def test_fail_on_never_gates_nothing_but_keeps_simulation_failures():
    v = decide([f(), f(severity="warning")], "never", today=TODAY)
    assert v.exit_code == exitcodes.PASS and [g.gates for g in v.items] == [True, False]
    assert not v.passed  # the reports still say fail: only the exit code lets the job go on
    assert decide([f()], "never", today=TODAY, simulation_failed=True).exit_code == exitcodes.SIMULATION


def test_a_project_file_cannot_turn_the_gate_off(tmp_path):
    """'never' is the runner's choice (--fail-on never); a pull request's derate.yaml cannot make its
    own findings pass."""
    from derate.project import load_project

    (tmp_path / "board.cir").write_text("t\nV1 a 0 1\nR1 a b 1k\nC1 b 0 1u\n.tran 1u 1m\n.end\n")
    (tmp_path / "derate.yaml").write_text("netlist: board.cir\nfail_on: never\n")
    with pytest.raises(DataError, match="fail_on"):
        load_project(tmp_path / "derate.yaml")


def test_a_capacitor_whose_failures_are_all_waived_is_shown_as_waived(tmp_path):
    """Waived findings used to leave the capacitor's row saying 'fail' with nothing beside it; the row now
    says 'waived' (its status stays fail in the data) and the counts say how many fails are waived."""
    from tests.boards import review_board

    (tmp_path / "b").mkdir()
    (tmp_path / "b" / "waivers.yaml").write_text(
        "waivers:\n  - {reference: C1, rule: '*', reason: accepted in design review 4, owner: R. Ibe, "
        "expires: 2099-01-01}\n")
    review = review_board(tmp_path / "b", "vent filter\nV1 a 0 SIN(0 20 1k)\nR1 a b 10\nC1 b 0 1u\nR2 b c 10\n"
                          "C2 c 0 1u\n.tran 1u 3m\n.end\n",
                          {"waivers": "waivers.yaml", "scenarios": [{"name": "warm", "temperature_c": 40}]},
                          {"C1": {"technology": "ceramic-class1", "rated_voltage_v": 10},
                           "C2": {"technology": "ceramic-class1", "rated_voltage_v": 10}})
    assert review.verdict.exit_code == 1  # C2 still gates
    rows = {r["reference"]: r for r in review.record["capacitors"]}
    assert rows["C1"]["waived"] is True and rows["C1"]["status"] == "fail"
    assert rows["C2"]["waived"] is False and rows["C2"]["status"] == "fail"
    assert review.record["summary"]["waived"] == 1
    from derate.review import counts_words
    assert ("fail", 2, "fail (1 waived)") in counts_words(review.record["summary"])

============

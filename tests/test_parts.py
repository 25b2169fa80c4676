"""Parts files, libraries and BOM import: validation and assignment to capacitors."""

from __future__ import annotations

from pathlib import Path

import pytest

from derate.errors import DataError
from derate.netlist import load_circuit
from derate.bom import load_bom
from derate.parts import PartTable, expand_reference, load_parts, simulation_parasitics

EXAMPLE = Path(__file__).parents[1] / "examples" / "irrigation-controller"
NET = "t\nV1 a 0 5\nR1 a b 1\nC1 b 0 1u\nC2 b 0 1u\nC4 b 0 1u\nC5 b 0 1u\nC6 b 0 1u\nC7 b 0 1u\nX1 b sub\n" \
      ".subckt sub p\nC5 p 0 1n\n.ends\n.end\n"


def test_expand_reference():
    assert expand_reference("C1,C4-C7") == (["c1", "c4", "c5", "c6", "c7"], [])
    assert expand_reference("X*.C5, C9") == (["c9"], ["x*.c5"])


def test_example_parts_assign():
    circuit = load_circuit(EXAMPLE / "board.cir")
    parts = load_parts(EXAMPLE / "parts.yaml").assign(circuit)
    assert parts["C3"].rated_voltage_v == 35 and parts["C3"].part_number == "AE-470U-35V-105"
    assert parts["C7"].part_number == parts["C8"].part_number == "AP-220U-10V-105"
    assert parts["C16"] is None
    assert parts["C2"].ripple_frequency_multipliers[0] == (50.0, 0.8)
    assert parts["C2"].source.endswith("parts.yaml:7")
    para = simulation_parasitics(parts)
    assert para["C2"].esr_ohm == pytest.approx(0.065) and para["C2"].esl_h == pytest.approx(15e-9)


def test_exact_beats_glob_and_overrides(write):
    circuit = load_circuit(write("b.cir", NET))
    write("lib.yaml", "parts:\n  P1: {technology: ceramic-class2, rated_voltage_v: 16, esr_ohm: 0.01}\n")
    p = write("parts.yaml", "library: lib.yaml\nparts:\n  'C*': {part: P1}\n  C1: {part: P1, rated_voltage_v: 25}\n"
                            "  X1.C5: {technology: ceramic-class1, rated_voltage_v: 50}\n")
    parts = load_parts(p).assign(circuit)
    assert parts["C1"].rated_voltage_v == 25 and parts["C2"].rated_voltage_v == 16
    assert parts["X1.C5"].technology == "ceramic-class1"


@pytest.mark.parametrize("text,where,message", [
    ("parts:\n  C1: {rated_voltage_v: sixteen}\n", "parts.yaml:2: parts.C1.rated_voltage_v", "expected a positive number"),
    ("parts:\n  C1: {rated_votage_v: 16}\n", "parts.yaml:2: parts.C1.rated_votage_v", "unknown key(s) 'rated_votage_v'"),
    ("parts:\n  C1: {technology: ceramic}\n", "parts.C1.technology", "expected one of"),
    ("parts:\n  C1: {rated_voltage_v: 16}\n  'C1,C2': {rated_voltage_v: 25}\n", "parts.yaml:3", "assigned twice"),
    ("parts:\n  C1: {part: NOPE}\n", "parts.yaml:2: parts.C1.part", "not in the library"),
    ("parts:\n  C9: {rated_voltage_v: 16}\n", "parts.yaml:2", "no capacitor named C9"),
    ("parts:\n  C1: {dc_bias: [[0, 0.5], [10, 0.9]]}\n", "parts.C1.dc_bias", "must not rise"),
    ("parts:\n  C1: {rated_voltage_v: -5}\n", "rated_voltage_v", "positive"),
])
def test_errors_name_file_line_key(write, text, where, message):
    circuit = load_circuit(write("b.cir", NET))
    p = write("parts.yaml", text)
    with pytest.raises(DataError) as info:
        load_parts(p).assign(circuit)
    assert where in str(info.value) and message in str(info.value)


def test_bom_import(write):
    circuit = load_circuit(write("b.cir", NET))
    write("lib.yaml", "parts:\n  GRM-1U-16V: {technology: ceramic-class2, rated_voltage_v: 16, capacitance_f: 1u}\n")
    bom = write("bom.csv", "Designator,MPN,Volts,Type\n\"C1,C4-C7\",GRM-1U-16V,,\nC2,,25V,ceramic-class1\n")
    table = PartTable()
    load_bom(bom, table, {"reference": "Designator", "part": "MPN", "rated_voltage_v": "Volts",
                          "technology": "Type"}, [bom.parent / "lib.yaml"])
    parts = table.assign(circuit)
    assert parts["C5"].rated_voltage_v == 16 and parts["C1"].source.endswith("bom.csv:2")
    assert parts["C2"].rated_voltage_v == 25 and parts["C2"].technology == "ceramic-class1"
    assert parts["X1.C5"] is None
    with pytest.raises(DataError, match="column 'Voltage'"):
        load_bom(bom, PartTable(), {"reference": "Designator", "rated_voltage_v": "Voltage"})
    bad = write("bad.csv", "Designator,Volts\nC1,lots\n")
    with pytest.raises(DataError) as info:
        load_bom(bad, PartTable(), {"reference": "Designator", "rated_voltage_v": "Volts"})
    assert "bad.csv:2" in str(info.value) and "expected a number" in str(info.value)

============

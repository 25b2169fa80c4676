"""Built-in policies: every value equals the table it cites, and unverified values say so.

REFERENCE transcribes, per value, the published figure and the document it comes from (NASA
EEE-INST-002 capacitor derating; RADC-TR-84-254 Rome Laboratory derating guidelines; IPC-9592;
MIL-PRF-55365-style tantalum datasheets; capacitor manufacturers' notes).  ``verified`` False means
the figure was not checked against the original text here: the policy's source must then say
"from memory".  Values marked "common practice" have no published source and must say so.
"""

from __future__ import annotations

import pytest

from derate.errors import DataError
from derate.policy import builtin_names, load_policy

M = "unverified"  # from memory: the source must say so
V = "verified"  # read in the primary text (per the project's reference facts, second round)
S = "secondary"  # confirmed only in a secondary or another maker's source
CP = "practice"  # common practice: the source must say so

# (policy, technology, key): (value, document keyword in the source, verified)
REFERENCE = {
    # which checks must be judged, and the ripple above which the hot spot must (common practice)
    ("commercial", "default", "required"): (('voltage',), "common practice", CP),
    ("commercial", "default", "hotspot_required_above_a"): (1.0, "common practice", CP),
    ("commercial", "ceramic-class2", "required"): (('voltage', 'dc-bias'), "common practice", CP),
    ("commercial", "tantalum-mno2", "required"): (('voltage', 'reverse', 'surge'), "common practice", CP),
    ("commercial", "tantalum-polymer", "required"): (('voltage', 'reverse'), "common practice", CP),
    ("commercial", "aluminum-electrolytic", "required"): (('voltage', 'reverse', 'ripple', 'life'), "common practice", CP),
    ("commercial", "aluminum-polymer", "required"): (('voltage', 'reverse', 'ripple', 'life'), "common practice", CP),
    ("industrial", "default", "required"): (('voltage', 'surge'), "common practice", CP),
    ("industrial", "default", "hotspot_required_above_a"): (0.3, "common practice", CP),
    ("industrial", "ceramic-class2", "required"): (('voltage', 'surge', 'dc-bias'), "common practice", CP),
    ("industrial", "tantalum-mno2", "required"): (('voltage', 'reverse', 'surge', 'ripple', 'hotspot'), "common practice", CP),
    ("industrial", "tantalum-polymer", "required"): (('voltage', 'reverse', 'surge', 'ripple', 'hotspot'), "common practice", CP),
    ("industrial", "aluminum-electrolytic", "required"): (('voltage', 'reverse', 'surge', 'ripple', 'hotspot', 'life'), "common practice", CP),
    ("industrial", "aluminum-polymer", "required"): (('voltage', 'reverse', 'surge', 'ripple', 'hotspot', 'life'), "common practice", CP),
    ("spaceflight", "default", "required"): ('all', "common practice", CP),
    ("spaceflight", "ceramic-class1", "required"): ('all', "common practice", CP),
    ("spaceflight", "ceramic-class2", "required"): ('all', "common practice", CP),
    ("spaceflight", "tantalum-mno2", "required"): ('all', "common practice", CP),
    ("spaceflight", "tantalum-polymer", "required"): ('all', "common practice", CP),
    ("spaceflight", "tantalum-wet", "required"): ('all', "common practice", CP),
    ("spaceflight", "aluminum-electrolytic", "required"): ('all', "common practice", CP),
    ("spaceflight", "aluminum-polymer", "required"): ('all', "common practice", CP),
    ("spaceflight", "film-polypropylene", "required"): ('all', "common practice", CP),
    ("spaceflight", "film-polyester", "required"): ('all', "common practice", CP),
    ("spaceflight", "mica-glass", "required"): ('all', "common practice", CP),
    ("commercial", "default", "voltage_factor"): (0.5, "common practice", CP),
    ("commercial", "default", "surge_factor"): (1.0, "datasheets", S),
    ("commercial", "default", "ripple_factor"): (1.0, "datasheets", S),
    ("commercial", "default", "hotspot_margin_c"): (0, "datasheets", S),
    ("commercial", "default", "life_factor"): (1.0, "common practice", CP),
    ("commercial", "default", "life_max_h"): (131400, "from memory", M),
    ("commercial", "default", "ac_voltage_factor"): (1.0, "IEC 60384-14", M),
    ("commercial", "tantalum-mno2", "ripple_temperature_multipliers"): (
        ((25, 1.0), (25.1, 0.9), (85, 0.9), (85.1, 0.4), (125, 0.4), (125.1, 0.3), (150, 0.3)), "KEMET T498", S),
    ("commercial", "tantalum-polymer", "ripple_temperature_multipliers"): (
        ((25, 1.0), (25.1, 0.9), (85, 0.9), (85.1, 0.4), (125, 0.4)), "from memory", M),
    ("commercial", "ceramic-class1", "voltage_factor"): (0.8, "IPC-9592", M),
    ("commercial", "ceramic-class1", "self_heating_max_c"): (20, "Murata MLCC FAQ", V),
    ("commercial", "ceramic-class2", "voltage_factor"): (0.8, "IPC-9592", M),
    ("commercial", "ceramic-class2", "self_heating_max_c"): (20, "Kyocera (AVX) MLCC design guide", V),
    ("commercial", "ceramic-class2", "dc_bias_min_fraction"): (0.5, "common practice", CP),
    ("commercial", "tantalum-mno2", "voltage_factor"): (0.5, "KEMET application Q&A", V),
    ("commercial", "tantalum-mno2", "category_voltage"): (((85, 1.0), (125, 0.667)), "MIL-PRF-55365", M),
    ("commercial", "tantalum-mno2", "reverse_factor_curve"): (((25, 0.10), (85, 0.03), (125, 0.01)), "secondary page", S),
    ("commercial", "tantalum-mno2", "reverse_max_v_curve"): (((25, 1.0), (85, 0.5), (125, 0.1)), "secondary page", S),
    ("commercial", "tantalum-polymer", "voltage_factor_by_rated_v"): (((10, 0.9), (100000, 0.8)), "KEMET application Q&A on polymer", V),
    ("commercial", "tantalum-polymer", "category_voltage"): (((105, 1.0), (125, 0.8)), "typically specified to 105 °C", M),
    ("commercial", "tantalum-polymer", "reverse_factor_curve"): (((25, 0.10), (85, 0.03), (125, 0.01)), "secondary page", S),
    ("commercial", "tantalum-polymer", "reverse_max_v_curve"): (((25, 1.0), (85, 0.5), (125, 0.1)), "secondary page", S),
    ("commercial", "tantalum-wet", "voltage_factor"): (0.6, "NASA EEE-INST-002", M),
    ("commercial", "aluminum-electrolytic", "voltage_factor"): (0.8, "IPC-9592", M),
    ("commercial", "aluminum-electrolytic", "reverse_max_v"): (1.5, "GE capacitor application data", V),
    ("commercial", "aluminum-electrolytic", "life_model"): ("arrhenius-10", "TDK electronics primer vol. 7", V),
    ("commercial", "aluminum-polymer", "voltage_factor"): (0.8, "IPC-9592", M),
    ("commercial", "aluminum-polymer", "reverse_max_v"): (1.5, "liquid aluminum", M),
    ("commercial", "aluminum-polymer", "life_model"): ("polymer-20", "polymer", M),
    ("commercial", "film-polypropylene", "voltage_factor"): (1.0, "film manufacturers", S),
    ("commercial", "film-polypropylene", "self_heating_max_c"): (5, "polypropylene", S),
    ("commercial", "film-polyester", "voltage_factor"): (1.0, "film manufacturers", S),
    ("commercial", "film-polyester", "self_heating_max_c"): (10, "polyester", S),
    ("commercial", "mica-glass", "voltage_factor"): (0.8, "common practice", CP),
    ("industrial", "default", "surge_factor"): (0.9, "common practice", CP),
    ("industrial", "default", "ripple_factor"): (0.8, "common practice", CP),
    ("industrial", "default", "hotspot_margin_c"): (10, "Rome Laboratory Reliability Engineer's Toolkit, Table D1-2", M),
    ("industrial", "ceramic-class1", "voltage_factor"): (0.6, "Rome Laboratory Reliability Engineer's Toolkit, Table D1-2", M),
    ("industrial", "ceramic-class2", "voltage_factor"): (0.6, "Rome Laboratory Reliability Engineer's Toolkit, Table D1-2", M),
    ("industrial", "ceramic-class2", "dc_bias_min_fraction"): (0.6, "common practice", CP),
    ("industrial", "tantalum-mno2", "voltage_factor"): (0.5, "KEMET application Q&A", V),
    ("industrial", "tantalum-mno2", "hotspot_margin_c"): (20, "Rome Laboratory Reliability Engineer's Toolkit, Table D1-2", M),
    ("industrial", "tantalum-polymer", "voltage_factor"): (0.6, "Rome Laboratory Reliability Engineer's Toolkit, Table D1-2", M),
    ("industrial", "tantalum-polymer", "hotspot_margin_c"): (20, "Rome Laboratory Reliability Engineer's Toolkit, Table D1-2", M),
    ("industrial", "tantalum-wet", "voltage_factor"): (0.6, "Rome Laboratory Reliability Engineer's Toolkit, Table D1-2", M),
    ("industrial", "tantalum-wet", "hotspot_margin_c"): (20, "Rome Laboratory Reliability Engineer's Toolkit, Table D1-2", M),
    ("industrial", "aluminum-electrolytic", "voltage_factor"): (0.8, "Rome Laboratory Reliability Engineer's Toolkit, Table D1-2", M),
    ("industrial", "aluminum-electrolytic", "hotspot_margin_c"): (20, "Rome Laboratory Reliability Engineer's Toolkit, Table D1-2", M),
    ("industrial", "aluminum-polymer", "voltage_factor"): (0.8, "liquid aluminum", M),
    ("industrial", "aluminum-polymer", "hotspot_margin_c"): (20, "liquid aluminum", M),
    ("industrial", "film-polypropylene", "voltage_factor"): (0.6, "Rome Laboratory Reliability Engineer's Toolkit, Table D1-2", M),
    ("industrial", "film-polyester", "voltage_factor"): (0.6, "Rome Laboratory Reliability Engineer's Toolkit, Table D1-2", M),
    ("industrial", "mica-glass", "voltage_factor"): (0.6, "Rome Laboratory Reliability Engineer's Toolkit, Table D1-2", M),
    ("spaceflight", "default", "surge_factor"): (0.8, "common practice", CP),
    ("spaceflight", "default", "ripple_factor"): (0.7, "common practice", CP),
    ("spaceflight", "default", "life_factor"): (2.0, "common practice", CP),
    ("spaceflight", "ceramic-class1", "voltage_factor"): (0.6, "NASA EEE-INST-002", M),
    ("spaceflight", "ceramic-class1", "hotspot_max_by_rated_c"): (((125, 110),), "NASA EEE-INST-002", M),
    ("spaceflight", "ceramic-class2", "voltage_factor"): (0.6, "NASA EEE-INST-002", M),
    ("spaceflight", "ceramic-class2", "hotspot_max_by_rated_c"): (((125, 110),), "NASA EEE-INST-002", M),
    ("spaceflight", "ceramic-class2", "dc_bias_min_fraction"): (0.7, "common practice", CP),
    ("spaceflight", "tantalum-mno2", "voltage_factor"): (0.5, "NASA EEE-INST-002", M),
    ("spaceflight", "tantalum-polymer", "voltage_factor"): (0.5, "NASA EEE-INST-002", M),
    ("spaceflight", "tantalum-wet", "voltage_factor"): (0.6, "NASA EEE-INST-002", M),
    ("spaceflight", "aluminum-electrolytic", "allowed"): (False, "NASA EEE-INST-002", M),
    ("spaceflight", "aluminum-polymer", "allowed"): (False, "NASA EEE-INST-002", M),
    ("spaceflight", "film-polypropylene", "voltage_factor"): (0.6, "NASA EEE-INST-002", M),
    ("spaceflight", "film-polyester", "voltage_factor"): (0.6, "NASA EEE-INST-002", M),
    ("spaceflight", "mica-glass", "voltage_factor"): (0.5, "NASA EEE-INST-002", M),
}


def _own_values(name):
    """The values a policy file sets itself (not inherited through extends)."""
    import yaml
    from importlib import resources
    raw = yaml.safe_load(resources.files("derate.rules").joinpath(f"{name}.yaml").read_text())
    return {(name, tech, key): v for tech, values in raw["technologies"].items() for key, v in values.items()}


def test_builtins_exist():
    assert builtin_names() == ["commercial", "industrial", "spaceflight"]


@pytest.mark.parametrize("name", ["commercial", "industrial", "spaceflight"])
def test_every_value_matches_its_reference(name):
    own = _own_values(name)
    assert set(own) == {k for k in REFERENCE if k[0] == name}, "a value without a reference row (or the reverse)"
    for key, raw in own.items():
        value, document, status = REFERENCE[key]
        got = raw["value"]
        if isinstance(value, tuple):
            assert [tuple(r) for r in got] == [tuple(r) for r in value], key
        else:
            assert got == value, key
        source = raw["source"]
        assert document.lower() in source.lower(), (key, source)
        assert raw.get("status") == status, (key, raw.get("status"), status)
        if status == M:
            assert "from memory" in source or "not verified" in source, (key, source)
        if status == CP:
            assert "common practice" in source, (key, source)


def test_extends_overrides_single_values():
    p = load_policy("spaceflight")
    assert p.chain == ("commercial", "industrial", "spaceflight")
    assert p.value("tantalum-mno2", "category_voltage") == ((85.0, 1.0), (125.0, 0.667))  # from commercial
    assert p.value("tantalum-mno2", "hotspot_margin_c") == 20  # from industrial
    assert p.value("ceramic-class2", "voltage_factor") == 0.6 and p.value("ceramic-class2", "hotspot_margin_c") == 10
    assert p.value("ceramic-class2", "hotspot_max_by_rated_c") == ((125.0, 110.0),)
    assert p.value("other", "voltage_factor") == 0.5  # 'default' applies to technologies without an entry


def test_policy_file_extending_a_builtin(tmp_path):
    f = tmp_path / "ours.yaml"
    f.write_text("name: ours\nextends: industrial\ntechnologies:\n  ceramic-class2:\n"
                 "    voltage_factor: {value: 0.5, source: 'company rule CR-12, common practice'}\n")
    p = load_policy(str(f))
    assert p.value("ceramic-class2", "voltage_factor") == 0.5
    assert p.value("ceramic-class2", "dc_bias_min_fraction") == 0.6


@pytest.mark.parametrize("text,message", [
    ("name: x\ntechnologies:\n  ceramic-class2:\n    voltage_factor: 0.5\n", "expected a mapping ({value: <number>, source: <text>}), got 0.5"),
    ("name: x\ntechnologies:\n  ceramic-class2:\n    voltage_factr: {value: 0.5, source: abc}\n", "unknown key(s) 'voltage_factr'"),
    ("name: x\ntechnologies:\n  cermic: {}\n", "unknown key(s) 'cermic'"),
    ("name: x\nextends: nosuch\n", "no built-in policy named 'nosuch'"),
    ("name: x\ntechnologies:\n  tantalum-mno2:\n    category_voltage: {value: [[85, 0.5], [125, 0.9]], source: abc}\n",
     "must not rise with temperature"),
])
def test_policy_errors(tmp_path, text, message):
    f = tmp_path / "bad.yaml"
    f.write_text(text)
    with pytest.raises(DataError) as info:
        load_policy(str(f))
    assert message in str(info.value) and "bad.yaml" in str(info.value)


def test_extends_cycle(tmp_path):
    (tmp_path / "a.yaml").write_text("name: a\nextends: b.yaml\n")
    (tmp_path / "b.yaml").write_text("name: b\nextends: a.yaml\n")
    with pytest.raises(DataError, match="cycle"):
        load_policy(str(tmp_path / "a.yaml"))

============

▸ **ASSIGNED TASK**
Using the listing, say how many lines include the word "pytest", and add nothing else.

▸ **RESPONSE**
12